# How to magically make two cocatiels with age difference to be friends?



## gothronicia (Sep 18, 2015)

Hi!

We got another cocatiel a week ago (3 months old Pipi) to accompany our 12 years old Ruudi when we are at work. The second reason for another cocatiel was to have one "pettable" bird because Ruudi does not like head scratches at all, which is fine because he's a great buddy and understands step-up.

My problem is that since we have Pipi at home, Ruudi seems to be a bit depressed. Yesterday evening he sat on his cage, faced to a wall, which is something he does when he is pouting (not sure if it's the right word, he is in a bad mood or not happy with something that has happened etc.)

We have no intention in breeding them but it would be nice to bond them somehow, so that they would be able to exist together 

It is probably difficult for Ruudi, because he loved a toy-bird very much which he considered he's mate, we also let him build a summer residence out of cardboard boxes. He loves to "build" so much.
We removed it all when Pipi came. 
They are outside the cage all the time when there is someone at home. And having something to build keeps them busy and they will not eat furniture etc .

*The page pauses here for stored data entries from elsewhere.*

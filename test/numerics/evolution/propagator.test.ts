import { describe, expect, it } from 'vitest';
import { evolutionOperators, floquetOperator } from '../../../src/numerics/evolution/propagator.ts';
import { magnusCF4 } from '../../../src/numerics/evolution/magnus.ts';
import { blochHamiltonian } from '../../../src/numerics/evolution/bloch.ts';
import type { DriveTerm, LatticeDrive } from '../../../src/numerics/evolution/drive.ts';
import type { ComplexMatrix } from '../../../src/numerics/linalg/complex-matrix.ts';
import { distance, fromArrays, identity, multiply, unitarityDefect, zeros } from '../../../src/numerics/linalg/complex-matrix.ts';
import { seededRandom } from '../../support/random.ts';
import { expectBelow, fixtureMatrix, fromMathjs, math, toMathjs } from '../linalg/comparisons.ts';
import type { FixtureMatrix } from '../linalg/comparisons.ts';
import { readFileSync } from 'node:fs';

const constant = { kind: 'constant' } as const;
const term = (from: number, to: number, re: number, im = 0, modulation: DriveTerm['modulation'] = constant): DriveTerm => ({ from, to, offset: [], amplitude: { re, im }, modulation });
const cosine = (harmonic: number, phase: number) => ({ kind: 'harmonic' as const, mean: 0, components: [{ amplitude: 1, harmonic, phase }] });

function twoLevel(period: number, segments: LatticeDrive['segments']): LatticeDrive {
  return { dimension: 0, spaceDimension: 1, latticeVectors: [], period, states: [{ label: '↑', position: [0], charge: 1 }, { label: '↓', position: [0], charge: 1 }], segments };
}

/**
 * Circularly driven spin: H = (Δ/2)σ_z + (Ω/2)[cos ωt σ_x + sin ωt σ_y].
 * Element (↓, ↑) of the drive term is (Ω/2)(cos ωt + i sin ωt) = (Ω/2)cos ωt + (iΩ/2)cos(ωt − π/2).
 */
function rotatingDrive(delta: number, rabi: number, omega: number): LatticeDrive {
  return twoLevel((2 * Math.PI) / omega, [{
    duration: (2 * Math.PI) / omega,
    terms: [term(0, 0, delta / 2), term(1, 1, -delta / 2), term(0, 1, rabi / 2, 0, cosine(1, 0)), term(0, 1, 0, rabi / 2, cosine(1, -Math.PI / 2))],
  }]);
}

/**
 * Exact solution in the rotating frame (derived here): with R(t) = e^{−iωtσ_z/2},
 * R†(cos ωt σ_x + sin ωt σ_y)R = σ_x and −iR†Ṙ = −(ω/2)σ_z, so ψ = Rφ with
 * iφ̇ = H_R φ, H_R = ((Δ − ω)/2)σ_z + (Ω/2)σ_x, and U(t) = R(t) e^{−iH_R t}.
 * e^{−iH_R t} is taken from mathjs expm (an independent reference).
 */
function rotatingExact(delta: number, rabi: number, omega: number, t: number): ComplexMatrix {
  const hr = fromArrays([[(delta - omega) / 2, rabi / 2], [rabi / 2, -(delta - omega) / 2]]);
  const inner = fromMathjs(math.expm(math.multiply(math.complex(0, -t), toMathjs(hr)) as never) as never);
  const r = fromArrays([[[Math.cos(omega * t / 2), -Math.sin(omega * t / 2)], 0], [0, [Math.cos(omega * t / 2), Math.sin(omega * t / 2)]]]);
  return multiply(r, inner);
}

describe('floquetOperator and evolutionOperators', () => {
  it('reproduces the Rabi formula for a constant two-level Hamiltonian, exactly (one exponential)', () => {
    const delta = 0.8, rabi = 1.1, T = 2.6;
    const drive = twoLevel(T, [{ duration: T, terms: [term(0, 0, delta / 2), term(1, 1, -delta / 2), term(0, 1, rabi / 2)] }]);
    const p = floquetOperator(drive, []);
    const w = Math.hypot(rabi, delta);
    const transfer = p.operator.re[2] ** 2 + p.operator.im[2] ** 2;
    expectBelow('|P(↑→↓) − (Ω²/W²) sin²(WT/2)|', Math.abs(transfer - (rabi * rabi) / (w * w) * Math.sin((w * T) / 2) ** 2), 1e-15 * 10);
    expect(p.accuracy).toBe(0);
    expect(p.slices).toEqual([1]);
    expect(p.converged).toBe(true);
  });

  it('matches the exact rotating-frame solution of a circularly driven two-level system', () => {
    const [delta, rabi, omega] = [1.3, 0.9, 2.1];
    const drive = rotatingDrive(delta, rabi, omega);
    const T = drive.period;
    const p = floquetOperator(drive, [], { tolerance: 1e-11 });
    const err = distance(p.operator, rotatingExact(delta, rabi, omega, T));
    expectBelow('‖U(T) − exact‖_F', err, 1e-11);
    expect(p.converged).toBe(true);
    // The reported accuracy is an upper estimate of the actual error.
    expect(err).toBeLessThanOrEqual(p.accuracy + 1e-14);
    const times = [0, 0.1 * T, 0.37 * T, 0.5 * T, T];
    evolutionOperators(drive, [], times, { tolerance: 1e-11 }).forEach((u, k) => expectBelow(`‖U(${times[k].toFixed(3)}) − exact‖_F`, distance(u, rotatingExact(delta, rabi, omega, times[k])), 1e-10));
  });

  it('converges at fourth order: the error ratio under slice doubling is ≈ 16 (Blanes & Moan; Alvermann & Fehske)', () => {
    const [delta, rabi, omega] = [1.3, 2.4, 1.7];
    const drive = rotatingDrive(delta, rabi, omega);
    const T = drive.period;
    const exact = rotatingExact(delta, rabi, omega, T);
    // (↓,↑) = (Ω/2)e^{+iωt} at index 2, its conjugate at index 1.
    const sample = (t: number, out: ComplexMatrix) => {
      const c = (rabi / 2) * Math.cos(omega * t), sn = (rabi / 2) * Math.sin(omega * t);
      out.re.set([delta / 2, c, c, -delta / 2]);
      out.im.set([0, -sn, sn, 0]);
      return out;
    };
    for (const t of [0.1, 0.8, 2.3]) expectBelow(`sampler = blochHamiltonian at t=${t}`, distance(sample(t, zeros(2, 2)), blochHamiltonian(drive, [], t)), 1e-15);
    const errors = [16, 32, 64].map((n) => distance(magnusCF4(sample, 2, 0, T, n), exact));
    for (let k = 0; k + 1 < errors.length; k++) {
      const ratio = errors[k] / errors[k + 1];
      expect(ratio, `error ratio ${errors[k]} / ${errors[k + 1]}`).toBeGreaterThan(13);
      expect(ratio, `error ratio ${errors[k]} / ${errors[k + 1]}`).toBeLessThan(19);
    }
    // The general (n > 2) path converges the same way: embed the system twice, block-diagonally.
    const sample4 = (t: number, out: ComplexMatrix) => {
      const s2 = sample(t, zeros(2, 2));
      out.re.fill(0); out.im.fill(0);
      for (const b of [0, 2]) for (let i = 0; i < 2; i++) for (let j = 0; j < 2; j++) {
        out.re[(b + i) * 4 + b + j] = s2.re[i * 2 + j];
        out.im[(b + i) * 4 + b + j] = s2.im[i * 2 + j];
      }
      // Couple the copies weakly so that the 4×4 path cannot split into 2×2 blocks.
      out.re[0 * 4 + 3] = out.re[3 * 4 + 0] = 1e-3;
      return out;
    };
    const e16 = magnusCF4(sample4, 4, 0, T, 16), e32 = magnusCF4(sample4, 4, 0, T, 32), e64 = magnusCF4(sample4, 4, 0, T, 64);
    const r4 = distance(e16, e64) / distance(e32, e64);
    // With e64 as reference: (16⁻⁴ − 64⁻⁴)/(32⁻⁴ − 64⁻⁴) = 17.
    expect(r4).toBeGreaterThan(14);
    expect(r4).toBeLessThan(20);
  });

  it('multiplies exact exponentials for piecewise-constant drives with kicks (reference: mathjs expm)', () => {
    const r = seededRandom(61);
    const h = () => {
      const a = r() - 0.5, b = r() - 0.5, c = r() - 0.5, d = r() - 0.5;
      return [term(0, 0, a), term(1, 1, b), term(0, 1, c, d)];
    };
    const segs = [{ duration: 0.3, terms: h() }, { duration: 0, terms: h() }, { duration: 0.9, terms: h() }, { duration: 0.8, terms: h() }];
    const drive = twoLevel(2, segs);
    const matrixOf = (terms: DriveTerm[]) => {
      const m = zeros(2, 2);
      for (const t of terms) {
        if (t.from === t.to) m.re[t.from * 3] += t.amplitude.re;
        else { m.re[2] += t.amplitude.re; m.im[2] += t.amplitude.im; m.re[1] += t.amplitude.re; m.im[1] -= t.amplitude.im; }
      }
      return m;
    };
    const expm = (m: ComplexMatrix, t: number) => fromMathjs(math.expm(math.multiply(math.complex(0, -t), toMathjs(m)) as never) as never);
    const factors = segs.map((s) => expm(matrixOf(s.terms), s.duration === 0 ? 1 : s.duration));
    let ref = identity(2);
    for (const f of factors) ref = multiply(f, ref);
    const p = floquetOperator(drive, []);
    expectBelow('‖U(T) − Π exp‖_F', distance(p.operator, ref), 1e-13);
    expect(p.accuracy).toBe(0);
    // Right-continuous at the kick (t = 0.3): U(0.3) includes it; U(0.3⁻) does not.
    const [before, at] = evolutionOperators(drive, [], [0.3 - 1e-12, 0.3]);
    expectBelow('U(0.3) includes the kick', distance(at, multiply(factors[1], factors[0])), 1e-12);
    expectBelow('U(0.3 − 1e-12) excludes it', distance(before, factors[0]), 1e-11);
    expectBelow('U(T) from evolutionOperators', distance(evolutionOperators(drive, [], [2])[0], p.operator), 1e-14);
  });

  it('builds Bloch steps with momentum phases and bond blocks of three states on a sheet (reference: mathjs expm)', () => {
    // Four states; step 1 couples 0–1–2 (one block of three) across cells, a kick couples 2–3, step 2 is onsite.
    // Bloch convention of drive.ts, written out here: H_ba += t e^{−2πi s·n}, H_ab += conj of it.
    const r = seededRandom(62);
    const hop = (from: number, to: number, offset: number[]): DriveTerm => ({ from, to, offset, amplitude: { re: r() - 0.5, im: r() - 0.5 }, modulation: constant });
    const onsite = (i: number): DriveTerm => ({ from: i, to: i, offset: [0, 0], amplitude: { re: r() - 0.5, im: 0 }, modulation: constant });
    const segs = [
      { duration: 0.7, terms: [hop(0, 1, [1, 0]), hop(1, 2, [0, -1]), hop(2, 0, [1, 1]), onsite(3)] },
      { duration: 0, terms: [hop(2, 3, [0, 1]), onsite(0)] },
      { duration: 1.3, terms: [onsite(0), onsite(1), onsite(2), onsite(3)] },
    ];
    const drive: LatticeDrive = {
      dimension: 2, spaceDimension: 2, latticeVectors: [[1, 0], [0, 1]], period: 2,
      states: [0, 1, 2, 3].map((i) => ({ label: `s${i}`, position: [0.1 * i, 0], charge: 1 })), segments: segs,
    };
    const s = [0.137, 0.71];
    const bloch = (terms: DriveTerm[]) => {
      const m = zeros(4, 4);
      for (const t of terms) {
        if (t.from === t.to) { m.re[t.from * 5] += t.amplitude.re; continue; }
        const arg = -2 * Math.PI * (s[0] * t.offset[0] + s[1] * t.offset[1]);
        const hr = t.amplitude.re * Math.cos(arg) - t.amplitude.im * Math.sin(arg), hi = t.amplitude.re * Math.sin(arg) + t.amplitude.im * Math.cos(arg);
        m.re[t.to * 4 + t.from] += hr; m.im[t.to * 4 + t.from] += hi;
        m.re[t.from * 4 + t.to] += hr; m.im[t.from * 4 + t.to] -= hi;
      }
      return m;
    };
    const expm = (m: ComplexMatrix, t: number) => fromMathjs(math.expm(math.multiply(math.complex(0, -t), toMathjs(m)) as never) as never);
    let ref = identity(4);
    for (const seg of segs) ref = multiply(expm(bloch(seg.terms), seg.duration === 0 ? 1 : seg.duration), ref);
    const p = floquetOperator(drive, s);
    expectBelow('‖U(T) − Π exp‖_F', distance(p.operator, ref), 1e-13);
    expect(p.slices).toEqual([1, 1, 1]);
    expect(() => floquetOperator(drive, [0.1])).toThrow(/momentum has 1 components, the lattice has dimension 2/);
  });

  it('keeps time-dependent propagators unitary and reports slices, accuracy and failure', () => {
    const drive = rotatingDrive(0.4, 3, 1);
    const p = floquetOperator(drive, [], { tolerance: 1e-9 });
    // Rounding accumulates over one 2×2 product per slice: allow 2ε per slice.
    expectBelow('‖U†U − 1‖_F', unitarityDefect(p.operator), 2 * 2 ** -52 * 2 * p.slices[0]);
    expect(p.accuracy).toBeLessThanOrEqual(1e-9);
    expect(p.slices[0]).toBeGreaterThan(2);
    const capped = floquetOperator(drive, [], { tolerance: 1e-14, maxSlices: 8 });
    expect(capped.converged).toBe(false);
    expect(capped.caveat).toBe('time integration did not reach the tolerance within 8 slices in segment(s) 0; raise maxSlices or loosen the tolerance');
  });

  it('matches scipy solve_ivp (DOP853) for a three-level harmonic drive (reference: committed fixture)', () => {
    interface Fixture {
      scipy: string;
      period: number;
      terms: { from: number; to: number; amplitude: [number, number]; mean: number | null; components: { amplitude: number; harmonic: number; phase: number }[] }[];
      times: number[];
      operators: FixtureMatrix[];
      unitarityDefect: number;
    }
    const fx = JSON.parse(readFileSync(new URL('../../fixtures/reference/propagator.json', import.meta.url), 'utf8')) as Fixture;
    const drive: LatticeDrive = {
      dimension: 0, spaceDimension: 1, latticeVectors: [], period: fx.period,
      states: [0, 1, 2].map((i) => ({ label: `q${i}`, position: [0], charge: 1 })),
      segments: [{
        duration: fx.period,
        terms: fx.terms.map((t) => term(t.from, t.to, t.amplitude[0], t.amplitude[1], t.mean === null ? constant : { kind: 'harmonic', mean: t.mean, components: t.components })),
      }],
    };
    // The reference itself is good to about its unitarity defect; allow 1e-11 on top.
    const tol = 1e-11 + 10 * fx.unitarityDefect;
    const p = floquetOperator(drive, [], { tolerance: 1e-11 });
    expect(p.converged).toBe(true);
    expectBelow(`U(T) vs scipy ${fx.scipy}`, distance(p.operator, fixtureMatrix(fx.operators[fx.operators.length - 1])), tol);
    evolutionOperators(drive, [], fx.times, { tolerance: 1e-11 }).forEach((u, k) => expectBelow(`U(${fx.times[k]}) vs scipy`, distance(u, fixtureMatrix(fx.operators[k])), tol));
  });

  it('rejects inconsistent drives and times with precise messages', () => {
    const drive = rotatingDrive(1, 1, 1);
    expect(() => floquetOperator({ ...drive, period: 7 }, [])).toThrow(`floquetOperator: segment durations sum to ${2 * Math.PI}, the period is 7`);
    expect(() => evolutionOperators(drive, [], [1, 0.5])).toThrow('evolutionOperators: times must be non-decreasing (times[0] = 1 > times[1] = 0.5)');
    expect(() => evolutionOperators(drive, [], [-1])).toThrow(/evolutionOperators: times\[0\] = -1 is outside the period/);
    expect(() => floquetOperator(drive, [], { tolerance: 0 })).toThrow('floquetOperator: tolerance must be positive, got 0');
  });
});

At this moment they are both hanging out around me which is good and Ruudi probably needs some time to adjust the new conditions. Pipi really likes Ruudi and somewhat follows him and wants to be around him. Sometimes she hangs out on top of his cage and steals some of that stick covered with seeds and tries to play with he's toys through the cage bars. And then Ruudi tries to chase her away. Ruudi does the same on top of Pipi's cage, one he even went inside and ate her seeds 

- How to let Ruudi know that he is still loved very-very much?
- Can a cocatile have a hobby, like crafting cardboard castles or is it too much like building a nest and getting hormonal and it is a big no-no?
- Are there any differeces in bonding cockatiels who have this big age difference?
-Should I avoid letting them hanging out on top of each other's cages?


----------



## Colorguarder08 (Sep 13, 2014)

They may never bond so be prepared for that. However I bought a 17 year old cockatiel back in April and my 1 year old tiel and him are finally starting to get along. There's no quick fix bonding takes time


----------



## roxy culver (May 27, 2010)

Lots of millet. Let Ruudi have out of cage time just by himself so he understands that he's still loved. I would not let him build things as that's nesting behavior and you don't want to make Pipi start laying. He may never warm up to her. He is much older and older birds can be very set in their ways. I also wouldn't let them in each other's cages, that's should be their space, where no other bird is allowed to go.


----------



## bjknight93 (Nov 13, 2011)

If Ruudi has been an only-bird for all of his 12 years then I don't see it happening, really. Of course anything is possible, and the best way to go about it would be to house them together once they are comfortable enough. At the very least they will form a flock bond and will find it comforting to have each other around even if they aren't "friends". 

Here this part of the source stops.